English    Türkçe    فارسی   

3
2109-2133

  • قصه‌ها آغاز کردیم از شتاب ** ماند بی مخلص درون این کتاب
  • Bu kitap da birçok hikâyelere başlayıverdik… Fakat onlar noksan kaldı.
  • ای ضیاء الحق حسام الدین راد ** که فلک و ارکان چو تو شاهی نزاد 2110
  • Ey Hak ziyası cömert Husameddin, feleklerle unsurlar, senin gibi bir padişah doğurmamıştır.
  • تو بنادر آمدی در جان و دل ** ای دل و جان از قدوم تو خجل
  • Sen, cana da nadir gelirsin, gönüle de. Senin kudumuna karşı bir şey yapamadığından can da mahcuptur, gönül de!
  • چند کردم مدح قوم ما مضی ** قصد من زانها تو بودی ز اقتضا
  • Geçmiş kavimleri ne kadar methettim, fakat bütün bunlardan maksadım sensin.
  • خانه‌ی خود را شناسد خود دعا ** تو بنام هر که خواهی کن ثنا
  • Dua, çıktığı evi bilir, sen kimin adını anarsan an, kimi översen öv!
  • بهر کتمان مدیح از نا محل ** حق نهادست این حکایات و مثل
  • Övüşleri namahrem olanlardan gizlemek için Allah bile hikâyeler söylemekte, misaller getirmektedir.
  • گر چه آن مدح از تو هم آمد خجل ** لیک بپذیرد خدا جهد المقل 2115
  • O medihler de sana karşı hiçtir, onlar da senden utanıyorlar ama yoksul, elinden ne gelebilirse armağan olarak onu sunar, Allah, bu armağanı da kabul eder.
  • حق پذیرد کسره‌ای دارد معاف ** کز دو دیده‌ی کور دو قطره کفاف
  • Allah, âciz kişinin aczini hoş görür. Körün gözlerindeki iki katra yaşı da kabul eder. Zaten körün gözünde bu iki katradan başka ne bulunabilir ki?

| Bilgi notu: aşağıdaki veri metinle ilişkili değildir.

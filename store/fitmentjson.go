package store

import (
	"context"
	"encoding/binary"
	"encoding/json"
	"fmt"
	"slices"
	"sync"
	"time"

	"github.com/jackc/pgx/v5/pgconn"
	"github.com/jackc/pgx/v5/pgtype"

	"github.com/rotorwright/rotorwright/fleet"
)

// FitmentJSONSQL is the one query behind FitmentJSON ($1 airframe, $2
// moment): the layout's positions, the parts fitted then as the JSON the
// API sends (Fitment's parts; fitted_at in UTC written as Go writes RFC 3339,
// trailing zeros of the fraction trimmed, which to_json does too), and the
// fitted kinds and positions for the empty places. No row: no such airframe.
// Exported so the benchmark runs the same SQL as its floor.
const FitmentJSONSQL = `
		SELECT l.positions, coalesce(x.parts, '[]'), coalesce(x.kinds, '{}'), coalesce(x.places, '{}')
		FROM airframes a JOIN layouts l ON l.name = a.layout, LATERAL (
			SELECT json_agg(json_build_object('position', f.position, 'kind', f.kind, 'part_id', p.id,
				'serial', p.serial, 'part_number', p.part_number, 'lot', p.lot,
				'fitted_at', (to_json(lower(f.during) AT TIME ZONE 'UTC') #>> '{}') || 'Z')
				ORDER BY f.kind, f.position) AS parts,
				array_agg(f.kind) AS kinds, array_agg(f.position) AS places
			FROM fits f JOIN parts p ON p.id = f.part_id
			WHERE f.airframe_id = a.id AND f.during @> $2::timestamptz) x
		WHERE a.id = $1`

// FitmentJSON is Fitment's parts and empty places as JSON arrays in one
// round trip; the parts come as the database wrote them, never decoded.
// Both are slices of one allocation. The row is read as it arrives (the
// fitted kinds and places walked in place, not decoded to strings): it is
// the whole of the lookup's work, and the API serves it thousands of
// times a second.
func (db *DB) FitmentJSON(ctx context.Context, airframeID string, at time.Time) (parts, empty []byte, err error) {
	buf, n, err := db.AppendFitmentJSON(ctx, nil, airframeID, at, "")
	if err != nil {
		return nil, nil, err
	}
	return buf[:n:n], buf[n:], nil
}

// AppendFitmentJSON appends to dst what FitmentJSON returns: the parts
// array, then sep, then the empty places array; partsEnd is where the parts
// end in out. A caller that writes an envelope around them (the API) can
// so write the whole answer into one buffer it reuses.
func (db *DB) AppendFitmentJSON(ctx context.Context, dst []byte, airframeID string, at time.Time, sep string) (out []byte, partsEnd int, err error) {
	rows, err := db.pool.Query(ctx, FitmentJSONSQL, airframeID, at)
	if err != nil {
		return dst, 0, translate(err)
	}
	defer rows.Close()
	if !rows.Next() {
		if err := rows.Err(); err != nil {
			return dst, 0, translate(err)
		}
		return dst, 0, notFound("airframe")
	}
	raw, fd := rows.RawValues(), rows.FieldDescriptions()
	var kbuf, pbuf [16][]byte // a quad has 8 fits, an octo 16: no allocation
	kinds, err := textArray(fd[2].Format, raw[2], kbuf[:0])
	if err != nil {
		return dst, 0, err
	}
	places, err := textArray(fd[3].Format, raw[3], pbuf[:0])
	if err != nil {
		return dst, 0, err
	}
	if len(kinds) != len(places) {
		return dst, 0, fmt.Errorf("fitment: %d kinds, %d places", len(kinds), len(places))
	}
	positions, err := jsonText(fd[0], raw[0])
	if err != nil {
		return dst, 0, err
	}
	labels, err := layoutLabels(positions)
	if err != nil {
		return dst, 0, err
	}
	buf := slices.Grow(dst, len(raw[1])+len(sep)+2+len(labels)*96)
	partsJSON, err := jsonText(fd[1], raw[1])
	if err != nil {
		return dst, 0, err
	}
	buf = append(buf, partsJSON...)
	end := len(buf)
	buf = append(buf, sep...)
	n := len(buf)
	// The empty places as EmptyPlaces lists them: positions in layout
	// order, motor before propeller at each.
	buf = append(buf, '[')
	for _, l := range labels {
		for _, k := range [...]fleet.PartKind{fleet.KindMotor, fleet.KindPropeller} {
			if fittedAt(kinds, places, string(k), l.label) {
				continue
			}
			if len(buf) > n+1 {
				buf = append(buf, ',')
			}
			buf = append(buf, `{"position":`...)
			buf = append(buf, l.json...)
			buf = append(buf, `,"kind":"`...)
			buf = append(buf, k...)
			buf = append(buf, `"}`...)
		}
	}
	buf = append(buf, ']')
	rows.Close()
	if err := rows.Err(); err != nil {
		return dst, 0, translate(err)
	}
	return buf, end, nil
}

func fittedAt(kinds, places [][]byte, kind, place string) bool {
	for i := range kinds {
		if string(kinds[i]) == kind && string(places[i]) == place {
			return true
		}
	}
	return false
}

// textArray appends the elements of a one-dimensional text[] to out as
// slices of b, which PostgreSQL sends in binary as array_send writes it
// (dimensions, a has-nulls flag, the element type, each dimension's length
// and lower bound, then each element as a length and its bytes). Text
// format (the simple protocol) is handed to pgx. A NULL is an error: the
// query coalesces its arrays and aggregates NOT NULL columns.
func textArray(format int16, b []byte, out [][]byte) ([][]byte, error) {
	if b == nil {
		return nil, fmt.Errorf("text array: NULL")
	}
	if format != pgtype.BinaryFormatCode {
		var ss []string
		if err := pgtype.NewMap().Scan(pgtype.TextArrayOID, format, b, &ss); err != nil {
			return nil, err
		}
		for _, s := range ss {
			out = append(out, []byte(s))
		}
		return out, nil
	}
	bad := func(why string) error { return fmt.Errorf("text array: %s", why) }
	if len(b) < 12 {
		return nil, bad("short header")
	}
	ndim := binary.BigEndian.Uint32(b)
	if ndim == 0 {
		return out, nil
	}
	if ndim != 1 || len(b) < 20 {
		return nil, bad(fmt.Sprintf("%d dimensions", ndim))
	}
	if oid := binary.BigEndian.Uint32(b[8:]); oid != pgtype.TextOID {
		return nil, bad(fmt.Sprintf("element type %d", oid))
	}
	n := int(binary.BigEndian.Uint32(b[12:]))
	b = b[20:]
	for range n {
		if len(b) < 4 {
			return nil, bad("short element")
		}
		l := int32(binary.BigEndian.Uint32(b))
		b = b[4:]
		if l < 0 || int(l) > len(b) {
			return nil, bad(fmt.Sprintf("element of %d bytes", l))
		}
		out, b = append(out, b[:l:l]), b[l:]
	}
	if len(b) != 0 {
		return nil, bad("trailing bytes")
	}
	return out, nil
}

// jsonText is a jsonb column's JSON text: as sent in text format, or after
// the version byte (1) that starts jsonb's binary format.
func jsonText(fd pgconn.FieldDescription, b []byte) ([]byte, error) {
	if fd.Format != pgtype.BinaryFormatCode || fd.DataTypeOID != pgtype.JSONBOID {
		return b, nil
	}
	if len(b) == 0 || b[0] != 1 {
		return nil, fmt.Errorf("jsonb: unknown binary version")
	}
	return b[1:], nil
}

// label is a layout position's label and its JSON string.
type label struct {
	label string
	json  []byte
}

// parsedLayout is a layout's positions as parsed, with their labels.
type parsedLayout struct {
	positions []fleet.Position // shared: callers copy before handing it on
	labels    []label
}

// layoutCache maps a layout's positions, as stored (JSON), to them parsed:
// keyed by the content itself, so an entry never goes stale (an edited
// layout is other JSON). The fitment and readiness answers read a layout
// every time and a fleet has a few. A map under a read lock, not a
// sync.Map, so that a look-up with the row's bytes allocates nothing.
var layoutCache = struct {
	sync.RWMutex
	m map[string]*parsedLayout
}{m: map[string]*parsedLayout{}}

const maxLayoutCache = 256 // layouts are few; never grows without bound

// parseLayout returns the positions JSON parsed, from layoutCache when it
// holds them.
func parseLayout(positions []byte) (*parsedLayout, error) {
	layoutCache.RLock()
	v, ok := layoutCache.m[string(positions)]
	layoutCache.RUnlock()
	if ok {
		return v, nil
	}
	v = &parsedLayout{}
	if err := json.Unmarshal(positions, &v.positions); err != nil {
		return nil, err
	}
	v.labels = make([]label, len(v.positions))
	for i, p := range v.positions {
		js, err := json.Marshal(p.Label)
		if err != nil {
			return nil, err
		}
		v.labels[i] = label{label: p.Label, json: js}
	}
	layoutCache.Lock()
	if len(layoutCache.m) < maxLayoutCache {
		layoutCache.m[string(positions)] = v
	}
	layoutCache.Unlock()
	return v, nil
}

func layoutLabels(positions []byte) ([]label, error) {
	l, err := parseLayout(positions)
	if err != nil {
		return nil, err
	}
	return l.labels, nil
}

  • مرغ و ماهی داند آن ابهام را ** که ستودم مجمل این خوش‌نام را
  • Ben o güzelim adı pek kısa bir tarzda övdüm; bunu kuş da biliyor, balık da!
  • تا برو آه حسودان کم وزد ** تا خیالش را به دندان کم گزد
  • Sebebi de şu: Hasetçiler, kıskanıp haset ederek ah etmesinler, hayalini dişleriyle dişlemesinler!
  • خود خیالش را کجا یابد حسود ** در وثاق موش طوطی کی غنود
  • Ama zaten hasetçi, onun hayalini nereden bulacak? Hiç fare deliğinde dudu kuşu oturur mu?
  • آن خیال او بود از احتیال ** موی ابروی ویست آن نه هلال 2120
  • O hasetçinin gördüğü hayal, onun hayali değildir ki… O hilâl değil, onun kendi kaşının kılı!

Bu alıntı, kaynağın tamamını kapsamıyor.